The Baker Chocolate Company is the oldest producer of chocolate in the United States. The company was established when a physician named Dr. James Baker met John Hannon on the banks of the Neponset River. Irishman John Hannon was penniless but was a skilled chocolatier, a craft which he had learned in England and which was, until now, exclusive to Europe. With the help of Baker, Hannon was able to set up a business where he produced “Hannon’s Best Chocolate” for 15 years. In 1779, Hannon went on a trip to the West Indies and never returned. His wife sold the company in 1780 to Dr. Baker who changed the name to Baker Chocolate Company. The Baker's Chocolate brand now belongs to Mondelez International.
Dr. James Baker’s son, Edmund (1770–1846), and his son, Colonel Walter (1792–1852), successfully carried on the business. The chocolate was marketed with a guaranteed money-back policy if the customers were not one hundred percent satisfied with their purchase. Colonel Walter Baker had studied law at Harvard College and thus had the name “Baker’s” legally protected for future generations of this family business.

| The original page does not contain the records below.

import type { Config } from 'tailwindcss'
import defaultTheme from 'tailwindcss/defaultTheme'

// Bitslack's own look: calm slate surfaces; margin colours teal (healthy),
// amber (thin), rose (broken), always paired with a text label.
export default <Partial<Config>>{
  content: ['./app/**/*.{vue,ts}', './shared/**/*.ts'],
  theme: {
    extend: {
      fontFamily: {
        sans: ['Inter', ...defaultTheme.fontFamily.sans],
        mono: ['"JetBrains Mono"', ...defaultTheme.fontFamily.mono],
      },
      colors: {
        healthy: { DEFAULT: '#0d6b63', soft: '#ccfbf1' },
        thin: { DEFAULT: '#a04a07', soft: '#fef3c7' },
        broken: { DEFAULT: '#be123c', soft: '#ffe4e6' },
        ink: { DEFAULT: '#1e293b', muted: '#56657a' },
      },
    },
  },
}
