/// Every check of a small book against its exact law: the window entries at t = 0, the law rebuilt from the
/// windows at t_up > 0 and t_down < 0, and P(S >= k) at mean + z sd for every z in `zs` (and the support's
/// last point when bounded), each from the law built at its own tilt, with the figures.
fn check_book(name: &str, model: &Model, ts: [f64; 2], zs: &[f64], fig: &mut Figures) {
    let moments = Moments::of(model);
    let (mean, sd) = (moments.mean, moments.sd());
    let mut ks: Vec<u64> = zs.iter().map(|z| (mean + z * sd).ceil() as u64).collect();
    if let Some(m) = model.support_max() {
        ks.extend([m - 1, m]);
        ks.retain(|&k| k <= m);
    }
    let laws: Vec<Tilted> = [0.0, ts[0], ts[1]]
        .iter()
        .map(|&t| characteristic_lattice::build(model, t).unwrap_or_else(|| panic!("{name}: build at t={t} gave None")))
        .collect();
    let tail_laws: Vec<(u64, Tilted)> = ks
        .iter()
        .map(|&k| {
            let t = tilt_for(model, &moments, k);
            let law = characteristic_lattice::build(model, t)
                .unwrap_or_else(|| panic!("{name}: build at t={t} for k={k} gave None"));
            (k, law)
        })
        .collect();
    // The reference reaches the last entry of every window compared and every threshold.
    let top = laws.iter().map(|l| l.window.hi()).max().unwrap();
    let top = top.max(*ks.iter().max().unwrap()) as usize + 2;
    let exact = Exact::of(model, top);
    let (d, d2) = (&exact.d, &exact.d * 2);
    // Source: the exact law. At t = 0 the window is the law itself: every entry within the window's per-entry
    // bound `inf` (plus U of the value, as in tests/characteristic.rs; observed without it). The differences
    // are formed in exact integers and rounded once (2^-52 of themselves), far below the bound's margin.
    {
        let law = &laws[0];
        let w = &law.window;
        assert_eq!(law.t, 0.0);
        assert_eq!(w.rel, 0.0, "{name}: the construction has absolute errors only");
        let hi = if exact.bounded { exact.num.len() as u64 - 1 } else { w.hi() + 1 };
        let (mut worst, mut biggest) = (0.0f64, 0.0f64);
        for j in 0..=hi {
            let (lo, up) = exact.pmf(j);
            let gap = ratio(&(&up - &lo), &d2);
            let truth = ratio(&up, d);
            let got = at(w, j);
            let diff = minus(got, &(&lo + &up), &d2).abs();
            assert!(diff <= w.inf + U * truth + gap, "{name} t=0 j={j}: {got:e} vs {truth:e}, inf {:e}", w.inf);
            let obs = (diff - gap).max(0.0);
            worst = worst.max(obs);
            biggest = biggest.max(truth);
            fig.entry_obs_over_bound = fig.entry_obs_over_bound.max(obs / w.inf);
            fig.entries += 1;
        }
        let loose = w.inf / worst.max(FLOOR * biggest);
        eprintln!(
            "{name}: t=0 window [{}, {}], inf {:.2e}, worst entry error {worst:.2e} ({loose:.0}x)",
            w.lo,
            w.hi(),
            w.inf
        );
        fig.entry_looseness = fig.entry_looseness.max(loose);
        // The bound is not vacuous: far below the largest entry (as tests/characteristic.rs asks).
        assert!(w.inf < 1e-13, "{name}: inf {:e}", w.inf);
    }
    // Source: the exact law. At t != 0, P(S = j) = exp(K(t) - t j) w_j (the Esscher transform), within the
    // scale's bound and the window's `inf` scaled back, as tests/characteristic.rs states it.
    for law in &laws[1..] {
        let (w, t) = (&law.window, law.t);
        assert_ne!(t, 0.0);
        let hi = if exact.bounded { exact.num.len() as u64 - 1 } else { w.hi() };
        let mut worst = 0.0f64;
        for j in 0..=hi {
            let (lo, up) = exact.pmf(j);
            let truth = ratio(&(&lo + &up), &d2);
            let gap = ratio(&(&up - &lo), &d2);
            let got = at(w, j);
            let (ln_s, err) = law.scale.ln_scale(t, j as f64);
            let s = ln_s.exp();
            let rebuilt = s * got;
            let bound = s * w.inf * (1.0 + 1e-9) + (err.exp_m1() + 8.0 * U) * (truth + s * w.inf) + gap + 1e-300;
            let diff = (rebuilt - truth).abs();
            assert!(diff <= bound, "{name} t={t} j={j}: {rebuilt:e} vs {truth:e}, bound {bound:e}");
            worst = worst.max(diff / bound);
            fig.entries += 1;
        }
        fig.rebuilt_obs_over_bound = fig.rebuilt_obs_over_bound.max(worst);
        assert!(w.inf < 1e-13, "{name} t={t}: inf {:e}", w.inf);
    }
    // Source: the exact law's upper tails. P(S >= k) from the law tilted for k: |v - P| <= rel_err P, and the
    // logarithm within ln(1 + rel_err) / (1 - rel_err) and a few ulps of itself of ln P (ln P from the exact
    // integers by tests/common/bignum.rs).
    for (k, law) in &tail_laws {
        let k = *k;
        let v = exact::upper_tail_of(law, k);
        let (lo, up) = exact.upper(k);
        assert!(lo.is_positive(), "{name} k={k}: the reference's interval reaches 0");
        let p = ratio(&lo, d);
        let gap = ratio(&(&up - &lo), &d2);
        assert!(gap < p * 1e-20, "{name} k={k}: the reference is too wide");
        let diff = minus(v.value, &(&lo + &up), &d2).abs();
        let at_k = format!("{name} k={k} (z={:.1}, t={})", (k as f64 - mean) / sd, law.t);
        assert!(diff <= v.rel_err * p + gap, "{at_k}: {:e} vs {p:e}, rel_err {:e}", v.value, v.rel_err);
        let obs = (diff - gap).max(0.0) / p;
        let ln_p = bignum::ln_ratio((&lo + &up).magnitude(), d2.magnitude());
        let ln_bound = v.rel_err / (1.0 - v.rel_err) * (1.0 + 1e-9) + 4.0 * U * ln_p.abs() + 1e-300;
        assert!((v.ln_value - ln_p).abs() <= ln_bound, "{at_k}: ln {} vs {ln_p}", v.ln_value);
        fig.tail_obs_over_bound = fig.tail_obs_over_bound.max(obs / v.rel_err);
        fig.tail_looseness = fig.tail_looseness.max(v.rel_err / obs.max(FLOOR));
        fig.tail_rel_max = fig.tail_rel_max.max(v.rel_err);
        fig.tail_rel_min = if fig.tails == 0 { v.rel_err } else { fig.tail_rel_min.min(v.rel_err) };
        fig.smallest_tail = if fig.tails == 0 { v.value } else { fig.smallest_tail.min(v.value) };
        fig.tails += 1;
        eprintln!("{at_k}: P {:.3e}, observed {obs:.2e}, rel_err {:.2e}", v.value, v.rel_err);
    }
}

/// A small book in units: `n` listed exposures with probabilities a / 512 (some near 1/2) of `unit(i)` units,
/// two groups (12 and 5 members) of `groups` units, certain exposures of `certain` units.
fn small_book(n: usize, unit: impl Fn(usize) -> u64, groups: [u64; 2], certain: &[u64]) -> Model {
    let mut m = Model::default();
    for i in 0..n {
        // a in 1..=300, with 255 and 200 (q near 1/2, the factors whose modulus has no a-priori lower bound),
        // never 256: at q = 1/2 exactly a factor vanishes on the sample grid and `build` gives None (see
        // `exactly_one_half_falls_back_to_the_tree`).
        let a = match i % 9 {
            4 => 255,
            7 => 200,
            _ => match 1 + (i * 97 % 300) as u64 {
                256 => 257,
                a => a,
            },
        };
        m.push_weighted(a as f64 / 512.0, unit(i));
    }
    m.push_group_weighted(12, 32.0 / 512.0, groups[0]);
    m.push_group_weighted(5, 96.0 / 512.0, groups[1]);
    for &u in certain {
        m.push_weighted(1.0, u);
    }
    m
}

/// Source: De Pril's recursion in exact rationals (asserted equal, on the first book, to the product of the
/// generating functions in exact integers, which is the reference for the larger books), and Panjer's
/// recursion in rationals convolved with it (books with sources). Checks every window entry at t = 0, the law
/// rebuilt at a positive and a negative tilt, and P(S >= k) from the bulk to mean + 12 sd or the support's last
/// point, each within its bound; and the bound's looseness, reported in the figures.
#[test]
fn small_books_in_units_match_exact_rationals() {
    let mut fig = Figures::default();
    let zs = [0.0, 1.0, 3.0, 6.0, 9.0, 12.0];
    // 1. Units 1..=40 (unit 1 among them: span 1), two groups, certain exposures (shift 7). The reference, the
    // product of the generating functions, equals De Pril's recursion exactly here (a few seconds in rationals;
    // the larger books below would take minutes).
    let mut m = small_book(8, |i| 1 + (i * 13 % 40) as u64, [3, 5], &[3, 4]);
    m.set_lattice();
    assert_eq!((m.span(), m.offset, m.shift), (1, 0, 7));
    let step = |v: &[u64], i: usize| v.get(i).copied().unwrap_or(1);
    let mut classes: Vec<Class> =
        m.bernoulli.iter().enumerate().map(|(i, &p)| Class { units: step(&m.units, i), p, count: 1 }).collect();
    classes.extend(m.binomials.iter().enumerate().map(|(i, g)| Class {
        units: step(&m.group_units, i),
        p: g.p,
        count: g.size,
    }));
    let de_pril_pmf = de_pril(&classes, m.shift);
    let (num, den) = product_pmf(&m);
    assert_eq!(de_pril_pmf.len(), num.len());
    for (j, (a, b)) in de_pril_pmf.iter().zip(&num).enumerate() {
        assert_eq!(a, &BigRational::new(b.clone(), den.clone()), "j={j}: De Pril and the product differ");
    }
    check_book("units 1..40", &m, [0.05, -0.3], &zs, &mut fig);
    // 1b. The same with 40 exposures (against the product only).
    let mut m = small_book(40, |i| 1 + (i * 13 % 40) as u64, [7, 13], &[3, 4]);
    m.set_lattice();
    check_book("40 exposures, units 1..40", &m, [0.05, -0.3], &zs, &mut fig);
    // 2. Even units but one exposure of 1 unit: |phi| has a second peak of almost full height at theta = pi.
    let mut m = small_book(28, |i| if i == 3 { 1 } else { 2 * (1 + (i * 7 % 20) as u64) }, [8, 14], &[5]);
    m.set_lattice();
    check_book("even units and one odd", &m, [0.08, -0.2], &zs, &mut fig);
    // 3. A common factor 2 in every random unit and an odd certain exposure: span 2, offset 1.
    let mut m = small_book(24, |i| 2 * (1 + (i * 11 % 17) as u64), [4, 10], &[3]);
    m.set_lattice();
    assert_eq!((m.span(), m.offset, m.shift), (2, 1, 1));
    check_book("span 2, offset 1", &m, [0.1, -0.25], &zs, &mut fig);
    // 4. Compound sources (sizes 3, 8, 11 at dyadic rates) and one-step Poisson events with listed exposures
    // and groups.
    let mut m = small_book(12, |i| 1 + (i * 29 % 16) as u64, [7, 13], &[2]);
    m.push_scaled_poisson(3, 0.375);
    m.push_scaled_poisson(8, 0.5);
    m.push_scaled_poisson(11, 0.25);
    m.poisson = 0.75;
    m.set_lattice();
    assert_eq!(m.scaled_poisson.len(), 3);
    check_book("sources with exposures", &m, [0.06, -0.3], &zs, &mut fig);
    // 5. Sources only, sizes with a common factor 2 among themselves but not with the one exposure of 5 units.
    let mut m = Model::default();
    m.push_weighted(40.0 / 512.0, 5);
    m.push_scaled_poisson(2, 1.5);
    m.push_scaled_poisson(6, 0.625);
    m.push_scaled_poisson(14, 0.125);
    m.set_lattice();
    check_book("sources only", &m, [0.1, -0.4], &zs, &mut fig);
    eprintln!("{fig:?}");
    // The bound's honesty and tightness: observed error never above it, and at most 1e4 times the observed error
    // (floored at 2^-54 of the largest entry or of the tail).
    assert!(fig.entry_obs_over_bound <= 1.0 && fig.rebuilt_obs_over_bound <= 1.0 && fig.tail_obs_over_bound <= 1.0);
    assert!(fig.entry_looseness <= 1e4, "{fig:?}");
    assert!(fig.tail_looseness <= 1e4, "{fig:?}");
    assert!(fig.entries > 2000 && fig.tails >= 30, "{fig:?}");
}

/// How the units of a random book are drawn.
#[derive(Clone, Copy, Debug, PartialEq)]
enum Units {
    /// Log-uniform on 1..=1000.
    LogUniform,
    /// 3, 5 or 7.
    Few,
    /// Even (2..=120) but for a few odd exposures: |phi| has a second peak near theta = pi.
    MostlyEven,
    /// 1..=10, and one exposure of 10^5 units.
    Giant,
}

const KINDS: [Units; 4] = [Units::LogUniform, Units::Few, Units::MostlyEven, Units::Giant];

fn draw_unit(rng: &mut ChaCha8Rng, kind: Units) -> u64 {
    match kind {
        Units::LogUniform => (rng.gen::<f64>() * 1000f64.ln()).exp().round().clamp(1.0, 1000.0) as u64,
        Units::Few => [3, 5, 7][rng.gen_range(0..3)],
        Units::MostlyEven => 2 * rng.gen_range(1..=60),
        Units::Giant => rng.gen_range(1..=10),
    }
}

After Colonel Walter Baker died, his brother-in-law Sidney Williams took over, but died two years later. Henry Lillie Pierce, a stepnephew of Walter Baker, leased the business for the next thirty years. Henry Lillie Pierce expanded the business substantially. He added more buildings for the production and found new market places for the chocolate products. He exhibited his products at Exhibitions in both the old and new worlds, and won an award at the Vienna Exhibition in 1873. Pierce was an influential citizen of Dorchester and politically very active: he was elected mayor of the city of Boston twice, served as US congressman and in the Massachusetts House of Representatives.